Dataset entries
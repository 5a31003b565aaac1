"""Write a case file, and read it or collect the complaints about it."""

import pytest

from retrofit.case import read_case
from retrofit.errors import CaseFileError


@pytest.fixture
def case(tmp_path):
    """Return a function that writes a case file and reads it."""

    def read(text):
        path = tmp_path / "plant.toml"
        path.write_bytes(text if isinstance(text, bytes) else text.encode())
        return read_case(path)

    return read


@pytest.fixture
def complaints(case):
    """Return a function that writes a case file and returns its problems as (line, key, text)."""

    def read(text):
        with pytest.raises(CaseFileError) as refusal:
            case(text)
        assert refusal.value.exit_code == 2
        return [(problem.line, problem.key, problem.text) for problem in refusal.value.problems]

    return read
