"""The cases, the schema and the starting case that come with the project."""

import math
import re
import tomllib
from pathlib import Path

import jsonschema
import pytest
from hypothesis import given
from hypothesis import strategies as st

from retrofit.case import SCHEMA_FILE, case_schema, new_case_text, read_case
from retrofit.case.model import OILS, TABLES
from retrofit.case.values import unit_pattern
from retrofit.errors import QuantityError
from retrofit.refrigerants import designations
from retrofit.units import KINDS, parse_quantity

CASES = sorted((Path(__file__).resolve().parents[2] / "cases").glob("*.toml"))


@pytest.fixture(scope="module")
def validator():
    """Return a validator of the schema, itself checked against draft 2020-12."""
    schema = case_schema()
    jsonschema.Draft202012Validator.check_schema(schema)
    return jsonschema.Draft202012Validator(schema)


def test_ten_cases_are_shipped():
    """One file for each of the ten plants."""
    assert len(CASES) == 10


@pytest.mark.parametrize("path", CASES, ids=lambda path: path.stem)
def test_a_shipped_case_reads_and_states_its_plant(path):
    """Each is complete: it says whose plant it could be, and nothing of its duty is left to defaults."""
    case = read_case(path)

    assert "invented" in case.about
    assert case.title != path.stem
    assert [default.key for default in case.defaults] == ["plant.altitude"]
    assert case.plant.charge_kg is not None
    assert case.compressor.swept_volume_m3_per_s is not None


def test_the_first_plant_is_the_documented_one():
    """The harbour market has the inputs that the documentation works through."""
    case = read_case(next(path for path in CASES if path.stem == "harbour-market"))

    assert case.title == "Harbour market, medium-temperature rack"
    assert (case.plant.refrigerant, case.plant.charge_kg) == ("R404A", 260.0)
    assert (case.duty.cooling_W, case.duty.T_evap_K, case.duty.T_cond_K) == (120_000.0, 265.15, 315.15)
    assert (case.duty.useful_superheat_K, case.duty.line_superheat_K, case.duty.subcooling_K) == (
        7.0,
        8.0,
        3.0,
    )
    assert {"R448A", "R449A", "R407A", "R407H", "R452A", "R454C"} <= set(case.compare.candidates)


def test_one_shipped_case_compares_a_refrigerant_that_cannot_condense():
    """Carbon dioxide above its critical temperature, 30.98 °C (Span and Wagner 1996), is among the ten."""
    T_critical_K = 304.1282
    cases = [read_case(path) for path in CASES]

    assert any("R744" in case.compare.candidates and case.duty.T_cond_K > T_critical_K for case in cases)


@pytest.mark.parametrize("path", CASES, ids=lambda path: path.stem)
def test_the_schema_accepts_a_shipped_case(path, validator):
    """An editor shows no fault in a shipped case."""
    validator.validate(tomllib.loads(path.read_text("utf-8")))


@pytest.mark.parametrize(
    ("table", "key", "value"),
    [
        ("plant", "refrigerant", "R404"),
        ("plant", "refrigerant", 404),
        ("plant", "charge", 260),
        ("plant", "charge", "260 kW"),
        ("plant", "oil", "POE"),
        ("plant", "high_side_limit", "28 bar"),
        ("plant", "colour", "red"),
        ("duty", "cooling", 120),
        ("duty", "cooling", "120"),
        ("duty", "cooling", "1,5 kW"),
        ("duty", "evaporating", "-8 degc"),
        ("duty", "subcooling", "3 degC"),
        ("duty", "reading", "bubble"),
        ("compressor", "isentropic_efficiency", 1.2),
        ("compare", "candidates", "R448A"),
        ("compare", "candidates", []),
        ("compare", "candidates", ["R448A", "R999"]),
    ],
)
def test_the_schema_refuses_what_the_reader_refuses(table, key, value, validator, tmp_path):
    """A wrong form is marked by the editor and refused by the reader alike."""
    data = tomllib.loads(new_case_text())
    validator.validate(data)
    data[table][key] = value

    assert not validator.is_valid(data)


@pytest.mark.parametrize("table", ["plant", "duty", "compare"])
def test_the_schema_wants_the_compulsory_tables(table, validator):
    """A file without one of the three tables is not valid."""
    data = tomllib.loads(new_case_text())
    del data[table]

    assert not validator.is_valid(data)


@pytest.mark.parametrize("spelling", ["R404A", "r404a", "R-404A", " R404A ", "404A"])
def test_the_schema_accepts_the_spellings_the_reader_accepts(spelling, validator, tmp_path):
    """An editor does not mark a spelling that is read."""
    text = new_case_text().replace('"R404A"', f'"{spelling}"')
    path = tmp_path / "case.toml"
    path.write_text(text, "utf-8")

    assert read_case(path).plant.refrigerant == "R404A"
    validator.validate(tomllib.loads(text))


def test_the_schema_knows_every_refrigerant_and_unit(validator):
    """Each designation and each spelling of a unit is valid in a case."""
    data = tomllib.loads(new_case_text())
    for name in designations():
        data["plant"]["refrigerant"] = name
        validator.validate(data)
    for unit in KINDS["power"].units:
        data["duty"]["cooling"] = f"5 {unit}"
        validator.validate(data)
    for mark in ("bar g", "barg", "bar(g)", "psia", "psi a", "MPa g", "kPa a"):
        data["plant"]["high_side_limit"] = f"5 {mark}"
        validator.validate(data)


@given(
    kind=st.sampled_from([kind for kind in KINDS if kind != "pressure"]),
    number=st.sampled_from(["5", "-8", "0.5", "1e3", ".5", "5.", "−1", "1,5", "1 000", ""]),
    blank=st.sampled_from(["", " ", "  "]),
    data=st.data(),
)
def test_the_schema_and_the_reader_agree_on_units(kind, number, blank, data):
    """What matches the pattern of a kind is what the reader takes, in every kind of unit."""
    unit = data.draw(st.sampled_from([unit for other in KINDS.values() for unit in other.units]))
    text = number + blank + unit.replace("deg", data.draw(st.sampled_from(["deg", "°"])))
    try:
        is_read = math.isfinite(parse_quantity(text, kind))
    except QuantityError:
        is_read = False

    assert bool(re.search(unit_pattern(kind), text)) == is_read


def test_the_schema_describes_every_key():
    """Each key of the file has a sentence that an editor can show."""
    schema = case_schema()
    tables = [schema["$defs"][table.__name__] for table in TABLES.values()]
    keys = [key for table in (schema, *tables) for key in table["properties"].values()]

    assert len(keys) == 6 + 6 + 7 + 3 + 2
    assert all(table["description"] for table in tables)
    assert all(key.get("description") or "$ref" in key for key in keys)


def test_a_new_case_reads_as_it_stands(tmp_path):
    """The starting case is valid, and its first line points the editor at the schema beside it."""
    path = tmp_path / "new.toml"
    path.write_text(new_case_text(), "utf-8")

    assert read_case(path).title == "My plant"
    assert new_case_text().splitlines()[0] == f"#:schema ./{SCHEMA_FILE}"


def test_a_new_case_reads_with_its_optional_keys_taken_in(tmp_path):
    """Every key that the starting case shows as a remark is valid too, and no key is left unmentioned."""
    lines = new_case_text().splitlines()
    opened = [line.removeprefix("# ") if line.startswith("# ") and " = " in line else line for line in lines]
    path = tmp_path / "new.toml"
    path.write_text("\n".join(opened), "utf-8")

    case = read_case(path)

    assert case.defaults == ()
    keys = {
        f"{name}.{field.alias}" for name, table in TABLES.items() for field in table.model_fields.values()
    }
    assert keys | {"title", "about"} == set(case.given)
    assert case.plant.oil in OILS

_YOUR ASSIGNMENT_
The word is "given". Copy every line above where it appears.

_RESULT_
from hypothesis import given
@given(
    assert keys | {"title", "about"} == set(case.given)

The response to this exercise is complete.